▶ **Exercise instructions**
Output the data once more, exactly as given.

▶ **Dataset content**

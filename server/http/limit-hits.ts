/**
 * Counting rate-limit hits in `rate_limit_counters`, the table every app process shares. Hits that
 * arrive while a count is on the wire wait for it and then go together in one statement (as the
 * board page's reads do), so a crowd of scans costs one round trip per batch, not one each. The
 * statement is one atomic `INSERT … ON DUPLICATE KEY UPDATE … RETURNING`: the row's lock orders
 * racing processes, and a key hit n times in the batch is raised by n, its hits numbered
 * total − n + 1 … total, so every hit gets its own count and exactly `limit` of them pass.
 */
import DataLoader from 'dataloader';
import { sql } from 'drizzle-orm';
import type { ClientRateLimitInfo } from 'express-rate-limit';
import type { Db } from '../db/client.js';
import { withNodeRetry } from '../db/cluster.js';

export interface Hit {
  /** The full counter key (limit name and key, at most 255 characters). */
  counterKey: string;
  /** The window a new count opens, in microseconds (MariaDB's INTERVAL unit with millisecond precision). */
  windowUs: number;
}

/** Most hits in one statement. */
const MAX_BATCH = 500;

export type CounterRow = { counter_key?: string; hits: number | string; reset_at: Date | string };

/** Drizzle's driver hands DATETIME back as text (`2026-12-04 20:15:24.156`, UTC here, as UTC_TIMESTAMP wrote it). */
const asDate = (value: Date | string) => (value instanceof Date ? value : new Date(`${value.replace(' ', 'T')}Z`));

export const infoOf = (row: CounterRow): ClientRateLimitInfo => ({ totalHits: Number(row.hits), resetTime: asDate(row.reset_at) });

/**
 * Sends a count again when it surely did not apply (a lost deadlock or certification conflict, an unsynced node) or
 * when its node went away mid-statement: a hit counted twice only makes a limit a little stricter, while a hit that
 * fails is a 500 for a visitor. The same retry the cluster gives repeatable statements (server/db/cluster.ts).
 */
export const retried = <T>(work: () => Promise<T>): Promise<T> => withNodeRetry(work, true);

/** One statement for a batch: each distinct key once (in key order, so racing batches lock rows in the same order). */
async function countHits(db: Db, hits: readonly Hit[]): Promise<ClientRateLimitInfo[]> {
  const perKey = new Map<string, { n: number; windowUs: number }>();
  for (const h of hits) perKey.set(h.counterKey, { n: (perKey.get(h.counterKey)?.n ?? 0) + 1, windowUs: h.windowUs });
  const keys = [...perKey.keys()].sort();
  const values = sql.join(
    keys.map((k) => sql`(${k}, ${perKey.get(k)!.n}, UTC_TIMESTAMP(3) + INTERVAL ${perKey.get(k)!.windowUs} MICROSECOND)`),
    sql`, `,
  );
  // Assignments run left to right: both IFs read the old reset_at, so an ended window restarts at this batch's hits.
  const result = await retried(() =>
    db.execute(sql`
      INSERT INTO rate_limit_counters (counter_key, hits, reset_at) VALUES ${values}
      ON DUPLICATE KEY UPDATE
        hits = IF(reset_at <= UTC_TIMESTAMP(3), VALUES(hits), hits + VALUES(hits)),
        reset_at = IF(reset_at <= UTC_TIMESTAMP(3), VALUES(reset_at), reset_at)
      RETURNING counter_key, hits, reset_at`),
  );
  const rows = new Map((result as unknown as [CounterRow[]])[0].map((r) => [r.counter_key!, infoOf(r)]));
  const given = new Map<string, number>();
  return hits.map((h) => {
    const total = rows.get(h.counterKey)!;
    const earlier = given.get(h.counterKey) ?? 0;
    given.set(h.counterKey, earlier + 1);
    return { totalHits: total.totalHits - perKey.get(h.counterKey)!.n + 1 + earlier, resetTime: total.resetTime };
  });
}

function buildHitLoader(db: Db): DataLoader<Hit, ClientRateLimitInfo> {
  let onWire: Promise<unknown> | null = null;
  return new DataLoader(
    (hits) => {
      const counted = countHits(db, hits);
      const settled = counted.then(
        () => undefined,
        () => undefined,
      );
      onWire = settled;
      void settled.then(() => {
        if (onWire === settled) onWire = null;
      });
      return counted;
    },
    {
      cache: false,
      maxBatchSize: MAX_BATCH,
      batchScheduleFn: (dispatch) => {
        if (onWire) void onWire.then(() => setImmediate(dispatch));
        else setImmediate(dispatch);
      },
    },
  );
}

const loaders = new WeakMap<Db, DataLoader<Hit, ClientRateLimitInfo>>();

/** Counts one hit and answers the count it made (its place in the window) and when the window ends. */
export function countHit(db: Db, hit: Hit): Promise<ClientRateLimitInfo> {
  let loader = loaders.get(db);
  if (!loader) loaders.set(db, (loader = buildHitLoader(db)));
  return loader.load(hit);
}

▶ **Reply to the task**
filename server/http/limit-hits.ts
/**
 * Counting rate-limit hits in `rate_limit_counters`, the table every app process shares. Hits that
 * arrive while a count is on the wire wait for it and then go together in one statement (as the
 * board page's reads do), so a crowd of scans costs one round trip per batch, not one each. The
 * statement is one atomic `INSERT … ON DUPLICATE KEY UPDATE … RETURNING`: the row's lock orders
 * racing processes, and a key hit n times in the batch is raised by n, its hits numbered
 * total − n + 1 … total, so every hit gets its own count and exactly `limit` of them pass.
 */
import DataLoader from 'dataloader';
import { sql } from 'drizzle-orm';
import type { ClientRateLimitInfo } from 'express-rate-limit';
import type { Db } from '../db/client.js';
import { withNodeRetry } from '../db/cluster.js';

export interface Hit {
  /** The full counter key (limit name and key, at most 255 characters). */
  counterKey: string;
  /** The window a new count opens, in microseconds (MariaDB's INTERVAL unit with millisecond precision). */
  windowUs: number;
}

/** Most hits in one statement. */
const MAX_BATCH = 500;

export type CounterRow = { counter_key?: string; hits: number | string; reset_at: Date | string };

/** Drizzle's driver hands DATETIME back as text (`2026-12-04 20:15:24.156`, UTC here, as UTC_TIMESTAMP wrote it). */
const asDate = (value: Date | string) => (value instanceof Date ? value : new Date(`${value.replace(' ', 'T')}Z`));

export const infoOf = (row: CounterRow): ClientRateLimitInfo => ({ totalHits: Number(row.hits), resetTime: asDate(row.reset_at) });

/**
 * Sends a count again when it surely did not apply (a lost deadlock or certification conflict, an unsynced node) or
 * when its node went away mid-statement: a hit counted twice only makes a limit a little stricter, while a hit that
 * fails is a 500 for a visitor. The same retry the cluster gives repeatable statements (server/db/cluster.ts).
 */
export const retried = <T>(work: () => Promise<T>): Promise<T> => withNodeRetry(work, true);

/** One statement for a batch: each distinct key once (in key order, so racing batches lock rows in the same order). */
async function countHits(db: Db, hits: readonly Hit[]): Promise<ClientRateLimitInfo[]> {
  const perKey = new Map<string, { n: number; windowUs: number }>();
  for (const h of hits) perKey.set(h.counterKey, { n: (perKey.get(h.counterKey)?.n ?? 0) + 1, windowUs: h.windowUs });
  const keys = [...perKey.keys()].sort();
  const values = sql.join(
    keys.map((k) => sql`(${k}, ${perKey.get(k)!.n}, UTC_TIMESTAMP(3) + INTERVAL ${perKey.get(k)!.windowUs} MICROSECOND)`),
    sql`, `,
  );
  // Assignments run left to right: both IFs read the old reset_at, so an ended window restarts at this batch's hits.
  const result = await retried(() =>
    db.execute(sql`
      INSERT INTO rate_limit_counters (counter_key, hits, reset_at) VALUES ${values}
      ON DUPLICATE KEY UPDATE
        hits = IF(reset_at <= UTC_TIMESTAMP(3), VALUES(hits), hits + VALUES(hits)),
        reset_at = IF(reset_at <= UTC_TIMESTAMP(3), VALUES(reset_at), reset_at)
      RETURNING counter_key, hits, reset_at`),
  );
  const rows = new Map((result as unknown as [CounterRow[]])[0].map((r) => [r.counter_key!, infoOf(r)]));
  const given = new Map<string, number>();
  return hits.map((h) => {
    const total = rows.get(h.counterKey)!;
    const earlier = given.get(h.counterKey) ?? 0;
    given.set(h.counterKey, earlier + 1);
    return { totalHits: total.totalHits - perKey.get(h.counterKey)!.n + 1 + earlier, resetTime: total.resetTime };
  });
}

function buildHitLoader(db: Db): DataLoader<Hit, ClientRateLimitInfo> {
  let onWire: Promise<unknown> | null = null;
  return new DataLoader(
    (hits) => {
      const counted = countHits(db, hits);
      const settled = counted.then(
        () => undefined,
        () => undefined,
      );
      onWire = settled;
      void settled.then(() => {
        if (onWire === settled) onWire = null;
      });
      return counted;
    },
    {
      cache: false,
      maxBatchSize: MAX_BATCH,
      batchScheduleFn: (dispatch) => {
        if (onWire) void onWire.then(() => setImmediate(dispatch));
        else setImmediate(dispatch);
      },
    },
  );
}

const loaders = new WeakMap<Db, DataLoader<Hit, ClientRateLimitInfo>>();

/** Counts one hit and answers the count it made (its place in the window) and when the window ends. */
export function countHit(db: Db, hit: Hit): Promise<ClientRateLimitInfo> {
  let loader = loaders.get(db);
  if (!loader) loaders.set(db, (loader = buildHitLoader(db)));
  return loader.load(hit);
}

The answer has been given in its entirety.